I already know that they tend to be calmer, less scatty, but does the larger head contain a slightly larger brain = more smarts or are the bones denser and so same size brain and intelligence?
Any comments welcome


----------



## Halcyon (Mar 30, 2009)

my biggest mice tend to be the slower lazier ones and my smallest ones the more active and interested in stuff? I am guessing it is down to their lines and the kind of character they have been selected for?

Lisa


----------



## SarahC (Oct 3, 2008)

The bigger varieties are dopey,nothing sharp about them.The smaller varieties whether pet bred or show bred are more quick witted and bright.Not really sure they are intelligent.I think thats more the domain of rats.


----------



## NaomiR (Feb 9, 2009)

I'm waiting for the NMC to introduce agility sections at shows like they do with ratties :lol:

then we'll sort out the men from the mice


----------



## julieszoo (May 27, 2009)

LOL! I'd love to see that too! It's hard to even see any mice at shows unless you stand and watch the judge as they are always hidden under a mound of bedding.


----------



## dingbat (Jun 9, 2009)

Hey, thanks for the comments folks, very throught provoking.
I'm not sure that moving more slowly because you are larger makes you less intelligent, just more deliberate in your movements (you have to be more careful of where you place yourself or get hurt/hurt others). I know in horses that the larger they are the greater the lag between command and response. as it takes more time for the brain message to get to the muscles, so may this accounts for the slower movements of the larger mice.
You may disagree.
If you compare pony with horse, most people would say that the pony is the smarter (and more mischevious). This may also be the same in mice?  
Certainly my show stock (2 bucks), part show and pet stock seem to be equally active and interested anything new, even a clean cage and house keeping LOL.

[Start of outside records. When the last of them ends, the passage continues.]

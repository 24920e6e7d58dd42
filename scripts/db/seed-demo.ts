// Seeds the invented demo: Maple Coulee Farm, its people, a lender and a site administrator.
// Demo-only: it refuses to run unless FURROWCAST_DEMO=1 (set by `npm start` and `npm test` in .env).
import './load-env';
import { readFileSync, readdirSync } from 'node:fs';
import { eq } from 'drizzle-orm';
import type { FarmRole } from '../../src/lib/roles';
import type { FarmSettings } from '../../src/lib/schemas/farm';
import {
	familyHoursByMonth,
	parsePlanDocument,
	type Person as Worker,
	type PlanDocument
} from '../../src/lib/schemas/plan-file';
import { hashPassword } from '../../src/lib/server/auth/password';
import { createDb } from '../../src/lib/server/db/client';
import { createFarm, insertMemberships } from '../../src/lib/server/db/farms';
import { insertPeople } from '../../src/lib/server/db/people';
import { importPlanDocument } from '../../src/lib/server/db/plan-documents';
import { users } from '../../src/lib/server/db/schema';

export const DEMO_PASSWORD = 'furrowcast-demo';

const people = {
	owner: { email: 'owner@furrowcast.test', name: 'Ruth Halvorsen' },
	partner: { email: 'partner@furrowcast.test', name: 'Tomas Halvorsen' },
	lender: { email: 'lender@furrowcast.test', name: 'Dana Whitcombe' },
	admin: { email: 'admin@furrowcast.test', name: 'Site Administrator', isSiteAdmin: true },
	neighbour: { email: 'birchhollow@furrowcast.test', name: 'Abel Marsh' }
};

type Person = keyof typeof people;
/** Who creates the farm (its owner) and who else is given a role on it. */
interface People {
	owner: Person;
	others: [Person, FarmRole][];
}

const mapleCouleePeople: People = {
	owner: 'owner',
	others: [
		['partner', 'editor'],
		['lender', 'reviewer']
	]
};

/**
 * Who works on Maple Coulee Farm (invented). The family's hours sum, month by month, to the farm's
 * labour hours in scenarios/reference.json; the hired hand is paid by the hour.
 */
const mapleCouleeWorkers: Worker[] = [
	{
		id: 'ruth',
		name: 'Ruth Halvorsen',
		role: 'operator',
		hoursAvailableByMonth: [120, 120, 130, 170, 190, 180, 170, 170, 180, 200, 150, 120],
		wageUsdPerHour: null,
		notes: ''
	},
	{
		id: 'tomas',
		name: 'Tomas Halvorsen',
		role: 'partner',
		hoursAvailableByMonth: [60, 60, 60, 90, 120, 100, 80, 80, 110, 130, 80, 60],
		wageUsdPerHour: null,
		notes: 'Drives school bus mornings and afternoons in the school year.'
	},
	{
		id: 'signe',
		name: 'Signe Halvorsen',
		role: 'family',
		hoursAvailableByMonth: [20, 20, 30, 40, 50, 40, 50, 50, 50, 50, 30, 20],
		wageUsdPerHour: null,
		notes: 'Fifteen; after school and weekends.'
	},
	{
		id: 'wade',
		name: 'Wade Kessler',
		role: 'hired',
		hoursAvailableByMonth: [0, 0, 0, 40, 80, 40, 20, 20, 40, 80, 0, 0],
		wageUsdPerHour: 18.5,
		notes: 'Part-time in planting and harvest.'
	}
];

// A second client farm of the lender's, with settings only. Invented figures.
const birchHollow: { settings: FarmSettings; people: People } = {
	settings: {
		name: 'Birch Hollow Farm',
		region: 'Upper Midwest',
		unitSystem: 'us',
		labourHoursAvailableByMonth: [160, 160, 180, 240, 280, 240, 220, 220, 240, 280, 220, 160],
		interestRatePercent: 7,
		fixedCostsUsdPerYear: 90000
	},
	people: { owner: 'neighbour', others: [['lender', 'reviewer']] }
};

/** The demo farm's plan files; `reference.json` is its reference plan. */
function demoPlans(): { file: string; doc: PlanDocument }[] {
	return readdirSync('scenarios')
		.filter((file) => file.endsWith('.json'))
		.sort(
			(a, b) =>
				Number(b === 'reference.json') - Number(a === 'reference.json') || a.localeCompare(b)
		)
		.map((file) => {
			const parsed = parsePlanDocument(JSON.parse(readFileSync(`scenarios/${file}`, 'utf8')));
			if (!parsed.ok) throw new Error(`scenarios/${file}: ${JSON.stringify(parsed.issues)}`);
			return { file, doc: parsed.plan };
		});
}

if (process.env.FURROWCAST_DEMO !== '1') {
	console.error(
		'Refusing to seed demo accounts: set FURROWCAST_DEMO=1 (only for a demo or test database).'
	);
	process.exit(1);
}
const url = process.env.DATABASE_URL;
if (!url) throw new Error('DATABASE_URL is not set');
const { db, pool } = createDb(url);

try {
	const existing = await db.query.users.findFirst({ where: eq(users.email, people.owner.email) });
	if (existing) {
		console.log('demo data already present');
	} else {
		const passwordHash = await hashPassword(DEMO_PASSWORD);
		const plans = demoPlans();
		await db.transaction(async (tx) => {
			const ids = new Map<Person, string>();
			for (const [key, person] of Object.entries(people) as [Person, (typeof people)[Person]][]) {
				const [row] = await tx
					.insert(users)
					.values({ ...person, passwordHash, emailVerified: new Date() })
					.returning({ id: users.id });
				ids.set(key, row.id);
			}
			const idOf = (person: Person) => ids.get(person)!;
			// The app's own farm creation (owner membership and audit entry), then the other roles.
			const addFarm = async (settings: FarmSettings, { owner, others }: People) => {
				const farm = await createFarm(tx, idOf(owner), settings);
				await insertMemberships(
					tx,
					farm.id,
					others.map(([person, role]) => ({ userId: idOf(person), role }))
				);
				return farm.id;
			};
			// Maple Coulee Farm is its plan files (settings, fields, herd, prices, practices, plans) and its people.
			const reference = plans.find(({ file }) => file === 'reference.json');
			if (!reference) throw new Error('scenarios/reference.json is missing');
			const summed = familyHoursByMonth(mapleCouleeWorkers);
			if (summed.some((h, m) => h !== reference.doc.farm.labourHoursAvailableByMonth[m])) {
				throw new Error(`The demo family's hours (${summed}) are not the farm's labour hours.`);
			}
			const mapleCouleeId = await addFarm(reference.doc.farm, mapleCouleePeople);
			for (const { file, doc } of plans) {
				await importPlanDocument(tx, {
					farmId: mapleCouleeId,
					userId: idOf('owner'),
					doc,
					isReference: file === 'reference.json'
				});
			}
			await insertPeople(tx, mapleCouleeId, mapleCouleeWorkers);
			await addFarm(birchHollow.settings, birchHollow.people);
		});
		console.log('demo data seeded');
	}
} finally {
	await pool.end();
}
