// Applies the committed SQL migrations in drizzle/ to DATABASE_URL.
import './load-env';
import { migrate } from 'drizzle-orm/node-postgres/migrator';
import { createDb } from '../../src/lib/server/db/client';

const url = process.env.DATABASE_URL;
if (!url) throw new Error('DATABASE_URL is not set: run `npm start` once to write .env');
const { db, pool } = createDb(url);
try {
	await migrate(db, { migrationsFolder: 'drizzle' });
} finally {
	await pool.end();
}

Maybe we should start a new trend and teach the mice agility like the chickens


----------



## Halcyon (Mar 30, 2009)

I like watching the rabbit jumping when I go to rat shows in finland, boy can they jump high!

Lisa


----------



## julieszoo (May 27, 2009)

Hehe yes, those rabbit owners really take it seriously, the little sets of jumps were for sale at the show I went to and they were pretty pricey! Fun to watch though


----------



## Cait (Oct 3, 2008)

I'd hate to see something like that at a mouse show, I'll be honest. But on the original question, I do think mice are intelligent. Some varieties seem more curious than others, but how you measure true intelligence in a small mammal like a rodent objectively would be quite difficult I suppose.


----------